With that likelihood, many of the affected families on Thursday grappled with their continued uncertain futures in the United States.

“Today is really hard, and I’m still trying to find the words to process the pain that I feel,” said Zaira Garcia, an 23-year-old immigration activist in Texas, where the federal court challenge to Obama’s proposals originated — and gained support from 25 other states.

Garcia, whose parents are both in the country illegally, broke down in tears during a call with reporters that included representatives of immigrant groups across the country.

“We live every day with an overwhelming fear of losing our parents,” she said.

Thursday’s tie also affects families from other parts of Latin America, Africa, South Asia, the Middle East and Europe.

Tsogtsaikhan Tenven and his wife, Yurtnasa Jigjid, are among thousands of Koreans in the Washington region who were awaiting word about the two programs.

The couple arrived in 2005, after being unable to find decent work in their homeland.
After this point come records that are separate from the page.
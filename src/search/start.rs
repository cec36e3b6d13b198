//! Points to start from: uniform, or spread evenly.

use rand::{Rng, RngExt};

use crate::base::random::{Purpose, stream};

use super::anneal::Annealing;
use super::moves;
use super::settings::Heuristic;
use super::structure::Structure;
use super::task::{Proposal, Task};

/// Where a task begins.
pub enum Beginning {
    /// A descent from here.
    Descent(Vec<f64>),
    /// An annealing chain, then a descent from where it ends.
    Chain(Box<Annealing>),
}

/// The beginning of a task, from its own random stream.
pub fn begin(structure: &Structure, seed: u64, task: &Task, heuristic: Heuristic, proposal: &Proposal) -> Beginning {
    let purpose = if heuristic == Heuristic::Survey { Purpose::Survey } else { Purpose::Task };
    let mut rng = stream(seed, task.round, task.number, purpose);
    Beginning::Descent(match proposal {
        Proposal::Point(at) => at.to_vec(),
        Proposal::Uniform => uniform(structure, &mut rng),
        Proposal::Spread(number) => {
            // The same offsets for all points of the sequence.
            let mut offsets = stream(seed, u64::MAX, 0, Purpose::Task);
            spread(structure, *number, &mut offsets, &mut rng)
        }
        Proposal::Moved { from, kind, step } => kind.apply(structure, from, *step, &mut rng),
        Proposal::Symmetric { model } => moves::symmetric_start(structure, model.as_deref(), &mut rng),
        Proposal::Spliced { mother, father } => moves::splice(structure, mother, father, &mut rng),
        Proposal::Annealed { from, evaluations } => {
            let at = from.as_ref().map_or_else(|| uniform(structure, &mut rng), |from| from.to_vec());
            return Beginning::Chain(Box::new(Annealing::new(structure, at, *evaluations, rng)));
        }
    })
}

/// A point drawn uniformly from the start region.
pub fn uniform(structure: &Structure, rng: &mut impl Rng) -> Vec<f64> {
    structure
        .start_lower
        .iter()
        .zip(&structure.start_upper)
        .map(|(lower, upper)| lower + (upper - lower) * rng.random::<f64>())
        .collect()
}

/// Beyond this many unknowns a point of the sequence is drawn uniformly: its even spread would need more starts than
/// any hunt makes, and its factors crowd towards 1.
const MAX_SPREAD: usize = 12;

/// Point `number` of the additive sequence with the generalised golden ratio of the dimension, shifted at random by
/// `offsets` (a randomised Kronecker sequence, Weyl 1916; this choice of factors is common practice in quasi-Monte Carlo work).
///
/// The random stream serves where there are more than 12 unknowns.
pub fn spread(structure: &Structure, number: u64, offsets: &mut impl Rng, rng: &mut impl Rng) -> Vec<f64> {
    let n = structure.n_unknowns();
    if n > MAX_SPREAD {
        return uniform(structure, rng);
    }
    let ratio = golden(n);
    let mut factor = 1.0;
    (0..n)
        .map(|slot| {
            factor /= ratio;
            let turn = offsets.random::<f64>() + factor * (number + 1) as f64;
            let fraction = turn - turn.floor();
            structure.start_lower[slot] + (structure.start_upper[slot] - structure.start_lower[slot]) * fraction
        })
        .collect()
}

/// The positive root of `x^(n+1) = x + 1`, by Newton steps from 2 (convex, so they fall towards it).
fn golden(n: usize) -> f64 {
    let mut x = 2.0_f64;
    for _ in 0..64 {
        let power = (0..n).fold(1.0, |power, _| power * x);
        x -= (power * x - x - 1.0) / ((n + 1) as f64 * power - 1.0);
    }
    x
}

#[cfg(test)]
mod tests {
    use super::*;

    fn square(n: usize) -> Structure {
        Structure {
            start_lower: vec![0.0; n],
            start_upper: vec![1.0; n],
            lower: vec![0.0; n],
            upper: vec![1.0; n],
            scale: vec![1.0; n],
            cyclic: vec![false; n],
            clouds: Vec::new(),
            exchanges: Vec::new(),
        }
    }

    #[test]
    fn golden_ratios() {
        assert!((golden(1) - 1.618033988749895).abs() < 1e-15);
        assert!((golden(2) - 1.324717957244746).abs() < 1e-15);
    }

    /// 64 points of the sequence hit far more of 64 equal cells than the 63.5 % that uniform points do.
    #[test]
    fn spread_points_are_spread() {
        let structure = square(2);
        let mut cells = std::collections::BTreeSet::new();
        for number in 0..64 {
            let mut offsets = stream(1, 0, 0, Purpose::Round);
            let mut rng = stream(1, 0, number, Purpose::Task);
            let point = spread(&structure, number, &mut offsets, &mut rng);
            cells.insert(((point[0] * 8.0) as usize, (point[1] * 8.0) as usize));
        }
        assert!(cells.len() >= 48, "only {} cells", cells.len());
    }

    #[test]
    fn uniform_points_stay_in_the_region() {
        let mut structure = square(3);
        structure.start_lower = vec![-2.0, 5.0, 0.0];
        structure.start_upper = vec![-1.0, 5.5, 1e9];
        let mut rng = stream(7, 0, 0, Purpose::Survey);
        for _ in 0..1000 {
            let point = uniform(&structure, &mut rng);
            for (slot, x) in point.iter().enumerate() {
                assert!(structure.start_lower[slot] <= *x && *x <= structure.start_upper[slot]);
            }
        }
    }
}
Soon after, they sent for their son, Tsogtsaikhan Bati, who benefited from the DACA program in 2012.

While his parents worked at restaurants in Northern Virginia, Bati, now 22, used his legal status to attend George Mason University and, after graduating last year, get a job as a mortgage broker.

“My dad, he’s always been optimistic about the possibility of getting legal status,” Bati said, recalling plans his parents have made about moving from Arlington to a rural part of Virginia.

On Thursday, Bati said, he and his family felt duped.

“It just seems like they’re toying with people’s lives,” he said about the Supreme Court vote.